I understand what you are saying about efficiency. Are the led's you mention 3w each?

I will spend some time on your ideas. 20 - 30w on the refugiums doesn't sound like much, but I don't know how to calculate how much I need. I was also thinking 10000k for the refugiums for more blue spectrum (good for plant growth) Red is good for budding... green not really used much.
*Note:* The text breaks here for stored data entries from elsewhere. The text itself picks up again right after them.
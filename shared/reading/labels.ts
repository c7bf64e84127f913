import type { Zone } from '#shared/document/define-block.ts';
import { overlap } from './picture/figures.ts';
import type { ReadingWord } from './reading.ts';

/** Two words are of the same print when one covers so much of the other. */
const samePrint = 0.3;
/** A label that the page's reading did not have must be as sure as this: strokes of a drawing read as letters too. */
const surelyLabel = 60;

/**
 * The lettering of a drawing, from the page's reading and one of the drawing on its own: where both have the same print
 * the surer one stays, and what only the second has is taken when it is sure.
 */
export function mergedLabels(words: readonly ReadingWord[], labels: readonly ReadingWord[], zone: Zone): ReadingWord[] {
  const inside = words.filter(({ box }) => overlap(box, zone) > 0.5);
  const gone = new Set<ReadingWord>();
  const taken: ReadingWord[] = [];
  let line = Math.max(0, ...words.map((word) => word.line));
  for (const label of labels) {
    const same = inside.filter(({ box }) => overlap(box, label.box) > samePrint || overlap(label.box, box) > samePrint);
    if (!isBetter(label, same)) continue;
    for (const word of same) gone.add(word);
    line += 1;
    taken.push({ ...label, line });
  }
  return [...words.filter((word) => !gone.has(word)), ...taken];
}

function isBetter(label: ReadingWord, same: readonly ReadingWord[]): boolean {
  const isWordy = /[A-Za-z0-9]/.test(label.text);
  if (same.length === 0) return isWordy && label.confidence >= surelyLabel;
  return isWordy && same.every(({ confidence }) => label.confidence > confidence);
}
So, 10000k to 12000K sounds pretty nice.

Here is the aquarium LED I mentioned http://www.gothamhydroponics.com/fe...e-hydro-aquastar-180-watt-aquarium-light.html
Am interested in your opinions.

this is a vegatative growth light I was thinking of for refugiums before I started thinking about making my own http://www.gothamhydroponics.com/led-grow-lights/lighthouse-hydro-90w-led-grow-light-ho.html The same company lists them cheaper on ebay and there is more information about their light spectrums there like this graph







and this one


----------



## evilc66 (Sep 19, 2012)

I wouldn't worry about getting too fancy on the fuge light. 6500-8000K white light is more than enough to get the job done. This is an instance where brute force can be used to your advantage. Unless you are going with a "display fuge", and colors need to be better than average, then the whole point behind it is just nutrient export and control. At that point, as long as the plants/algae grow, the lights are sufficient. You don't need to worry about flowering stages and what-not. I use 6500K cool white LEDs on my planted freshwater tank, and I have zero issues growing plants.


----------



## blasterman (Sep 20, 2012)

> I was also thinking 10000k for the refugiums for more blue spectrum (good for plant growth) Red is good for budding... green not really used much. So, 10000k to 12000K sounds pretty nice.
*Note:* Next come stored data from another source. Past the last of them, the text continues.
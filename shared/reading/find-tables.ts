import { type Zone, zoneAround } from '#shared/document/define-block.ts';
import { type Line, bottomOf, median, middleOf, rightOf, rowsByHeight, segmentsOf } from './lines.ts';
import type { ReadingWord } from './reading.ts';
import { joinWrapped } from './wrapped-rows.ts';

/** A row of a table found on the page: for each column its words, none for an empty cell. */
export type FoundRow = { cells: ReadingWord[][]; zone: Zone };
export type FoundTable = { zone: Zone; columns: { left: number; right: number }[]; rows: FoundRow[] };

// The measures below are in letter heights and come from trials on generated scans of ruled and unruled parts lists.
const cellGapLetters = 1.15;
const cellGapWordGaps = 1.7;
const leastRows = 3;
const leastSegments = 3;
/** Rows in a table that do not fall apart: a section heading, the second line of a description. */
const mostPlainRows = 3;
const valleyCoverShare = 0.045;
const valleyLetters = 0.8;
const columnSupportShare = 0.12;
const leastFilledShare = 0.7;
const raggedBelowShare = 0.5;
const raggedGoingOn = 0.6;

/** Finds tables by their words alone: runs of lines that fall into three or more parts, with bands of paper between. */
export function findTables(words: readonly ReadingWord[]): FoundTable[] {
  const solid = words.filter(({ text }) => !isRuleOrLeader(text));
  if (solid.length === 0) return [];
  const rows = rowsByHeight(solid);
  const letter = median(solid.map(({ box }) => box[3]));
  const gap = Math.max(cellGapLetters * letter, cellGapWordGaps * usualWordGap(rows, letter));
  return regionsOf(rows, gap, letter).flatMap((region) => tableFrom(region, gap, letter) ?? []);
}

/** What is left of rules and dot leaders: no letters or digits, and nothing that a cell could mean. */
const isRuleOrLeader = (text: string): boolean =>
  /^[|[\](){}_.,:;'"~=\-–—•·]{1,}$/u.test(text) && !/^["”]$/u.test(text);

/** A gap wider than this, in letter heights, lies between cells and says nothing about words. */
const widestWordGapLetters = 1.6;
/** For a page that is all cells of one word. */
const commonWordGapLetters = 0.7;

function usualWordGap(rows: readonly Line[], letter: number): number {
  const gaps = rows.flatMap(({ words }) =>
    words.slice(1).map((word, index) => word.box[0] - rightOf(words[index]?.box ?? word.box)),
  );
  const narrow = gaps.filter((gap) => gap > 0 && gap < widestWordGapLetters * letter);
  return narrow.length < rows.length / 4 ? commonWordGapLetters * letter : median(narrow);
}

/** Runs of rows in which most fall into three or more parts; a few plain rows between are let pass. */
function regionsOf(rows: readonly Line[], gap: number, letter: number): Line[][] {
  const regions: Line[][] = [];
  let open: Line[] = [];
  let sinceParted = 0;
  const close = (): void => {
    const end = open.length - sinceParted;
    const kept = open.slice(0, end + (goesOn(open[end - 1], open[end], { gap, letter }) ? 1 : 0));
    if (kept.filter((row) => segmentsOf(row, gap).length >= leastSegments).length >= leastRows) regions.push(kept);
    [open, sinceParted] = [[], 0];
  };
  for (const row of rows) {
    const isParted = segmentsOf(row, gap).length >= leastSegments;
    const last = open.at(-1);
    const isFar = last !== undefined && row.zone[1] - bottomOf(last.zone) > letter * 4;
    if (isFar || (!isParted && sinceParted >= mostPlainRows)) close();
    if (!isParted && open.length === 0) continue;
    open.push(row);
    sinceParted = isParted ? 0 : sinceParted + 1;
  }
  close();
  return regions;
}

/** Whether the row behind the last one with cells is the end of its wrapped description: close, and not at the margin. */
function goesOn(
  last: Line | undefined,
  next: Line | undefined,
  { gap, letter }: { gap: number; letter: number },
): boolean {
  if (last === undefined || next === undefined) return false;
  const second = segmentsOf(last, gap)[1]?.[0];
  const isClose = middleOf(next.zone) - bottomOf(last.zone) < letter * 1.6;
  return second !== undefined && isClose && next.zone[0] >= second.box[0] - letter;
}

function tableFrom(region: Line[], gap: number, letter: number): FoundTable | undefined {
  const zone = zoneAround(region.map((row) => row.zone));
  const parted = region.filter((row) => segmentsOf(row, gap).length >= leastSegments);
  const valleys = valleysOf(parted, zone, letter);
  const columns = mergeRagged(mergeWeak(columnsBetween(valleys, zone), parted), parted, gap);
  if (columns.length < 2) return undefined;
  const rows = region.map((row) => ({ cells: cellsOf(row, columns), zone: row.zone }));
  return { zone, columns, rows: joinWrapped(rows, columns, letter) };
}

/** Bands of paper that run down through (nearly) all rows. */
function valleysOf(rows: readonly Line[], [left, , width]: Zone, letter: number): { start: number; end: number }[] {
  const cover = new Uint16Array(Math.ceil(width) + 1);
  for (const { words } of rows) {
    const own = new Set<number>();
    for (const { box } of words)
      for (let x = Math.floor(box[0] - left); x <= Math.ceil(rightOf(box) - left); x += 1) own.add(x);
    for (const x of own) if (x >= 0 && x < cover.length) cover[x] = (cover[x] ?? 0) + 1;
  }
  const most = Math.floor(rows.length * valleyCoverShare);
  const valleys: { start: number; end: number }[] = [];
  let start = -1;
  cover.forEach((count, x) => {
    if (count <= most && start < 0) start = x;
    if ((count > most || x === cover.length - 1) && start >= 0) {
      if (x - start >= valleyLetters * letter) valleys.push({ start: start + left, end: x + left });
      start = -1;
    }
  });
  return valleys.filter((valley) => valley.start > left && valley.end < left + width - 1);
}

function columnsBetween(valleys: { start: number; end: number }[], [left, , width]: Zone): FoundTable['columns'] {
  const edges = [left, ...valleys.map(({ start, end }) => (start + end) / 2), left + width];
  return edges.slice(0, -1).map((edge, index) => ({ left: edge, right: edges[index + 1] ?? edge }));
}

/** A column that few rows use is the ragged end of the one before it. */
function mergeWeak(columns: FoundTable['columns'], rows: readonly Line[]): FoundTable['columns'] {
  return columns.reduce<FoundTable['columns']>((kept, column) => {
    const support = rows.filter(({ words }) =>
      words.some(({ box }) => box[0] >= column.left && box[0] < column.right),
    ).length;
    const before = kept.at(-1);
    if (before !== undefined && support < rows.length * columnSupportShare) {
      return [...kept.slice(0, -1), { left: before.left, right: column.right }];
    }
    return [...kept, column];
  }, []);
}

/** Most rows that use a column merely go on into it from the one before: a ragged end, such as "v dcw", and no column. */
function mergeRagged(columns: FoundTable['columns'], rows: readonly Line[], gap: number): FoundTable['columns'] {
  return columns.reduce<FoundTable['columns']>((kept, column) => {
    const before = kept.at(-1);
    if (before === undefined) return [column];
    const steps = rows.flatMap(({ words }) => {
      const at = words.findIndex(({ box }) => isWithin(box, column));
      const [last, first] = [words[at - 1], words[at]];
      if (first === undefined) return [];
      return [last === undefined || last.box[0] < before.left ? Infinity : first.box[0] - rightOf(last.box)];
    });
    const goingOn = steps.filter((step) => step <= gap).length;
    if (steps.length < rows.length * raggedBelowShare && goingOn >= steps.length * raggedGoingOn)
      return [...kept.slice(0, -1), { left: before.left, right: column.right }];
    return [...kept, column];
  }, []);
}

const isWithin = ([x, , w]: Zone, { left, right }: { left: number; right: number }): boolean =>
  x + w / 2 >= left && x + w / 2 < right;

const cellsOf = ({ words }: Line, columns: FoundTable['columns']): ReadingWord[][] =>
  columns.map(({ left, right }, index) =>
    words.filter(({ box }) => {
      const middle = box[0] + box[2] / 2;
      return (middle >= left || index === 0) && (middle < right || index === columns.length - 1);
    }),
  );

/** Labels of a drawing can line up like a table, but leave many of its cells empty; a printed table seldom does. */
export function isWellFilled({ rows }: FoundTable): boolean {
  const cells = rows
    .filter((row) => row.cells.filter((cell) => cell.length > 0).length > 1)
    .flatMap((row) => row.cells);
  return cells.filter((cell) => cell.length > 0).length >= cells.length * leastFilledShare;
}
Aquatic plants do fine with just cool white LED's. Since cool white is mostly blue anyways that's what you want. Macro algaes and such might be able to utilize warmer wavelengths but why bother when it looks bad on a reef tank, even in a fuge.

Things are far more complex with terrestrial plants. Corals mostly care about blue and not much else although different wavelengths of blue can cause different things to happen.
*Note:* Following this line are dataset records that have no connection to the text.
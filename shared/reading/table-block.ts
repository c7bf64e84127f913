import type { DocNode } from '#shared/document/define-block.ts';
import type { FoundRow, FoundTable } from './find-tables.ts';
import { inlineOf } from './inline.ts';
import { zoneAround } from './lines.ts';
import type { ReadingWord } from './reading.ts';
import { columnMeaning, tableKind } from './type-columns.ts';

type RowRole = 'head' | 'section' | 'body';

const textOfCell = (words: readonly ReadingWord[]): string => words.map(({ text }) => text).join(' ');
const filledCells = ({ cells }: FoundRow): ReadingWord[][] => cells.filter((cell) => cell.length > 0);

/** A table block from a found table: its rows sorted into heading, section and body rows, and its columns typed. */
export function tableBlock(found: FoundTable, id: string): DocNode {
  const headCount = headRows(found.rows);
  const roles = found.rows.map((row, index): RowRole =>
    index < headCount ? 'head' : isSection(row) ? 'section' : 'body',
  );
  const body = found.rows.filter((_, index) => roles[index] === 'body');
  const columns = found.columns.map((_, column) => {
    const heading = found.rows
      .slice(0, headCount)
      .map(({ cells }) => textOfCell(cells[column] ?? []))
      .join(' ')
      .trim();
    return {
      heading,
      meaning: columnMeaning(
        heading,
        body.map(({ cells }) => textOfCell(cells[column] ?? [])),
      ),
    };
  });
  return {
    type: 'table',
    attrs: { id, zone: found.zone, kind: tableKind(columns.map(({ meaning }) => meaning)), columns },
    content: found.rows.map((row, index) => rowNode(row, roles[index] ?? 'body')),
  };
}

/** Heading rows stand at the top and hold words, hardly a digit; a table may have none. */
function headRows(rows: readonly FoundRow[]): number {
  let count = 0;
  while (count < Math.min(3, rows.length - 1)) {
    const cells = filledCells(rows[count] ?? { cells: [], zone: [0, 0, 0, 0] });
    const wordy = cells.filter((cell) => !/\d/.test(textOfCell(cell))).length;
    if (cells.length < 2 || wordy < cells.length * 0.8) break;
    count += 1;
  }
  return count;
}

/** A section heading is alone on its row, in words: "CAPACITORS". */
function isSection(row: FoundRow): boolean {
  const filled = filledCells(row);
  return filled.length === 1 && /^[A-Za-z][A-Za-z ,.&-]{3,}$/.test(textOfCell(filled[0] ?? []));
}

function rowNode({ cells, zone }: FoundRow, role: RowRole): DocNode {
  const type = role === 'head' ? 'tableHeader' : 'tableCell';
  return {
    type: 'tableRow',
    attrs: { role, zone },
    content: cells.map((words) => ({
      type,
      attrs: {
        zone: words.length === 0 ? null : zoneAround(words.map(({ box }) => box)),
        colspan: 1,
        rowspan: 1,
        colwidth: null,
      },
      content: [{ type: 'paragraph', attrs: { id: null, zone: null }, content: inlineOf(words) }],
    })),
  };
}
> o, I found these Bridglux HP led chips that are 100w total with half the leds cold white (can pic between 10000k to 20000k) and blue 440-460nm



As I recall it's a basic array of Bridgelux royal blues with cool white phosphor applied in alternating stripes across the front. Not worth it for a display tank because if you can't dim each color you have to live with what the factory in china thinks is a good color. Plus, 100watt is something that's hard to deal with thermal. If they were 50watts and each color were independant they'd be worth screwing around with - for a display tank.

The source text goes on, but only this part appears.